#### TASK REQUIREMENTS:
Give the line containing "assert after(rest, STANDBY, 8, AT" again, exactly, along with all later lines of the entries, through the last one.

#### EXERCISE DATA:

......

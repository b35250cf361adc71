from diskwatch.machine.outcomes import Verdict
from diskwatch.machine.protocol import Address, Found
from diskwatch.machine.rest import LONGEST, Rest
from diskwatch.records import Drive, Identity, Kind, Outcome, Place
from diskwatch.units import DAY

SILENT = Verdict(outcome=Outcome.ASLEEP, explanation="It is asleep.", unproved=True)
STANDBY = Verdict(outcome=Outcome.ASLEEP, explanation="It is asleep.")
READ = Verdict(outcome=Outcome.READ)
AT = 1_800_000_000


def drive(instance: str = "1") -> Found:
    return Found(
        address=Address(node="/dev/sdx", type="sat"),
        blocks=("sdx",),
        place=Place(device="/dev/sdx"),
        drive=Drive(identity=Identity(wwn=None, model=None, serial=None, path="/dev/sdx"), kind=Kind.HDD),
        instance=instance,
    )


def after(rest: Rest, verdict: Verdict, count: int | None, at: int, *, instance: str = "1") -> Verdict:
    return rest.judged(drive(instance), verdict, before=count, after=count, at=at)


def test_a_silent_drive_that_was_not_used_since_it_was_last_asked_is_asleep_with_a_doubt():
    rest = Rest()
    after(rest, READ, 7, AT)
    found = after(rest, SILENT, 7, AT + 1800)
    assert found.outcome is Outcome.ASLEEP
    assert "cable" in (found.explanation or "")


def test_a_silent_drive_that_was_used_since_it_was_last_asked_does_not_sleep():
    rest = Rest()
    after(rest, READ, 7, AT)
    found = after(rest, SILENT, 8, AT + 1800)
    assert found.outcome is Outcome.GARBLED
    assert "in use" in (found.explanation or "")
    assert after(rest, SILENT, 8, AT + 3600).outcome is Outcome.ASLEEP


def test_a_drive_that_says_that_it_is_in_standby_is_believed_whatever_was_moved():
    rest = Rest()
    after(rest, READ, 7, AT)
    assert after(rest, STANDBY, 8, AT + 1800) is STANDBY


def test_what_the_question_itself_moved_does_not_count():
    rest = Rest()
    rest.judged(drive(), READ, before=7, after=9, at=AT)
    assert after(rest, SILENT, 9, AT + 1800).outcome is Outcome.ASLEEP


def test_counts_of_another_device_or_none_at_all_prove_nothing():
    rest = Rest()
    after(rest, READ, 7, AT)
    assert after(rest, SILENT, 8, AT + 1800, instance="2").outcome is Outcome.ASLEEP
    assert after(rest, SILENT, None, AT + 3600, instance="2").outcome is Outcome.ASLEEP
    assert after(rest, SILENT, 9, AT + 5400, instance="2").outcome is Outcome.ASLEEP


def test_no_drive_sleeps_for_ever_unheard():
    rest = Rest()
    for day in range(LONGEST // DAY):
        assert after(rest, SILENT, 7, AT + day * DAY).outcome is Outcome.ASLEEP
    late = after(rest, SILENT, 7, AT + LONGEST)
    assert late.outcome is Outcome.GARBLED
    assert "8 days" in (late.explanation or "")
    assert after(rest, READ, 7, AT + LONGEST + 60) is READ
    assert after(rest, SILENT, 7, AT + LONGEST + 120).outcome is Outcome.ASLEEP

......

#### FINISHED TASK:
    assert after(rest, STANDBY, 8, AT + 1800) is STANDBY


def test_what_the_question_itself_moved_does_not_count():
    rest = Rest()
    rest.judged(drive(), READ, before=7, after=9, at=AT)
    assert after(rest, SILENT, 9, AT + 1800).outcome is Outcome.ASLEEP


def test_counts_of_another_device_or_none_at_all_prove_nothing():
    rest = Rest()
    after(rest, READ, 7, AT)
    assert after(rest, SILENT, 8, AT + 1800, instance="2").outcome is Outcome.ASLEEP
    assert after(rest, SILENT, None, AT + 3600, instance="2").outcome is Outcome.ASLEEP
    assert after(rest, SILENT, 9, AT + 5400, instance="2").outcome is Outcome.ASLEEP


def test_no_drive_sleeps_for_ever_unheard():
    rest = Rest()
    for day in range(LONGEST // DAY):
        assert after(rest, SILENT, 7, AT + day * DAY).outcome is Outcome.ASLEEP
    late = after(rest, SILENT, 7, AT + LONGEST)
    assert late.outcome is Outcome.GARBLED
    assert "8 days" in (late.explanation or "")
    assert after(rest, READ, 7, AT + LONGEST + 60) is READ
    assert after(rest, SILENT, 7, AT + LONGEST + 120).outcome is Outcome.ASLEEP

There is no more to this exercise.